Ils assurent que lorsque le petit Poucet eut chaussé les bottes de l'Ogre, il s'en alla à la cour,
où il savait qu'on était fort en peine d'une armée qui était à deux cents lieues de là, et du
succès d'une bataille qu'on avait donnée. Il alla, disent-ils, trouver le roi et lui dit que, s'il le
souhaitait il lui rapporterait des nouvelles de l'armée avant la fin du jour. Le roi lui promit une
grosse somme d'argent s'il en venait à bout.
Le petit Poucet rapporta des nouvelles, dès le soir même; et cette première course l'ayant
fait connaître, il gagnait tout ce qu'il voulait; car le roi le payait parfaitement bien pour porter
ses ordres à l'armée ; et une infinité de demoiselles lui donnaient tout ce qu'il voulait, pour
avoir des nouvelles de leurs fiancés et ce fut là son plus grand gain.

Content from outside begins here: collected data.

package pipeline_test

import (
	"bytes"
	"context"
	"errors"
	"io"
	"math/rand/v2"
	"runtime"
	"strconv"
	"strings"
	"testing"

	"github.com/stretchr/testify/require"

	"github.com/tabprep/tabprep"
	"github.com/tabprep/tabprep/pipeline"
)

func TestStreamMatchesBatch(t *testing.T) {
	rng := rand.New(rand.NewPCG(31, 32))
	fp, err := testPipeline().Fit(randomFrame(rng, 200))
	require.NoError(t, err)
	data := randomFrame(rng, 1000)
	data, err = data.Tag(tabprep.Holdout("test"), []int{500, 501})
	require.NoError(t, err)
	var in bytes.Buffer
	require.NoError(t, tabprep.WriteCSV(&in, data, nil))
	size := int64(in.Len())

	var out bytes.Buffer
	var calls []pipeline.Progress
	prog, err := fp.Stream(context.Background(), &in, &out, pipeline.StreamOptions{
		Read:     &tabprep.CSVOptions{ChunkRows: 128},
		Progress: func(p pipeline.Progress) { calls = append(calls, p) },
	})
	require.NoError(t, err)
	require.Equal(t, int64(1000), prog.Rows)
	require.Equal(t, size, prog.Bytes)
	require.Len(t, calls, 8) // ceil(1000/128)
	require.Equal(t, int64(128), calls[0].Rows)

	want, err := fp.Transform(data)
	require.NoError(t, err)
	got, err := tabprep.ReadCSV(&out, &tabprep.CSVOptions{Kinds: map[string]tabprep.Kind{"species": tabprep.Categorical}})
	require.NoError(t, err)
	require.True(t, tabprep.Equal(want, got), "streamed output must equal the batch transform, roles included")
}

func TestStreamCancel(t *testing.T) {
	rng := rand.New(rand.NewPCG(33, 34))
	fp, err := testPipeline().Fit(randomFrame(rng, 50))
	require.NoError(t, err)
	ctx, cancel := context.WithCancel(context.Background())
	var out bytes.Buffer
	prog, err := fp.Stream(ctx, newGenerator(1<<30), &out, pipeline.StreamOptions{
		Read: &tabprep.CSVOptions{ChunkRows: 1000},
		Progress: func(p pipeline.Progress) {
			if p.Rows >= 3000 {
				cancel()
			}
		},
	})
	require.True(t, errors.Is(err, context.Canceled))
	require.Equal(t, int64(3000), prog.Rows)
	require.Equal(t, 3001, strings.Count(out.String(), "\n"), "header and three whole chunks")
}

func TestStreamBadInput(t *testing.T) {
	fp, err := testPipeline().Fit(randomFrame(rand.New(rand.NewPCG(35, 36)), 50))
	require.NoError(t, err)
	_, err = fp.Stream(context.Background(), strings.NewReader("pet_age,species\n1,dog\nx,cat\n"), io.Discard, pipeline.StreamOptions{})
	require.ErrorIs(t, err, tabprep.ErrValue)
	require.EqualError(t, err, `tabprep.csv read: line 3: column "pet_age": "x" is not a number, but CSVOptions.Kinds makes the column numeric; fix the cell or make the column tabprep.Categorical`)
}

// generator is an io.Reader of CSV rows for the test pipeline, made on the
// fly, so a gigabyte can be streamed with no file on disk.
type generator struct {
	left int64
	buf  []byte
	row  int
}

func newGenerator(size int64) *generator {
	return &generator{left: size, buf: []byte("pet_age,species\n")}
}

func (g *generator) Read(p []byte) (int, error) {
	species := []string{"dog", "cat", "rabbit", "", "dog", "bird"}
	for len(g.buf) < len(p) && g.left > int64(len(g.buf)) {
		g.row++
		g.buf = strconv.AppendFloat(g.buf, float64(g.row%997)/7, 'f', 4, 64)
		g.buf = append(g.buf, ',')
		g.buf = append(g.buf, species[g.row%len(species)]...)
		g.buf = append(g.buf, '\n')
	}
	if len(g.buf) == 0 || g.left <= 0 {
		return 0, io.EOF
	}
	n := copy(p, g.buf)
	g.buf = g.buf[:copy(g.buf, g.buf[n:])]
	g.left -= int64(n)
	return n, nil
}

// TestStream1GB streams a gigabyte of generated CSV and checks that the heap
// in use stays below 128 MiB throughout: memory is bounded by the chunk,
// not the input.
func TestStream1GB(t *testing.T) {
	if testing.Short() {
		t.Skip("streams 1 GB; skipped under -short")
	}
	if raceEnabled {
		t.Skip("too slow under the race detector; CI runs it without -race")
	}
	fp, err := testPipeline().Fit(randomFrame(rand.New(rand.NewPCG(37, 38)), 100))
	require.NoError(t, err)
	const size = 1 << 30
	var peak uint64
	var ms runtime.MemStats
	prog, err := fp.Stream(context.Background(), newGenerator(size), io.Discard, pipeline.StreamOptions{
		Progress: func(p pipeline.Progress) {
			runtime.ReadMemStats(&ms)
			peak = max(peak, ms.HeapInuse)
		},
	})
	require.NoError(t, err)
	require.GreaterOrEqual(t, prog.Bytes, int64(size-64))
	t.Logf("streamed %d rows, %d bytes; peak heap in use %.1f MiB", prog.Rows, prog.Bytes, float64(peak)/(1<<20))
	require.Less(t, peak, uint64(128<<20))
}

Il se trouvait quelques femmes qui le chargeaient de lettres pour leurs maris; mais elles le
payaient si mal, et cela allait à si peu de chose qu'il ne daignait mettre en ligne de compte
ce qu'il gagnait de ce côté-là. Après avoir fait pendant quelque temps le métier de courrier,
et y avoir amassé beaucoup de biens, il revint chez son père, où il n'est pas possible
d'imaginer la joie qu'on eut de le revoir. Il mit toute sa famille à son aise. Il acheta des offices
de nouvelle création pour son père et pour ses frères ; et par là il les établit tous, et fit
parfaitement bien sa cour en même temps.
MORALITE
On ne s'afflige point d'avoir beaucoup d'enfants,
Quand ils sont tous beaux, bien faits et bien grands,
Et d'un extérieur qui brille;
Mais si l'un d'eux est faible, ou ne dit mot,
On le méprise, on le raille, on le pille :
Quelquefois, cependant, c'est ce petit marmot
Qui fera le bonheur de toute la famille.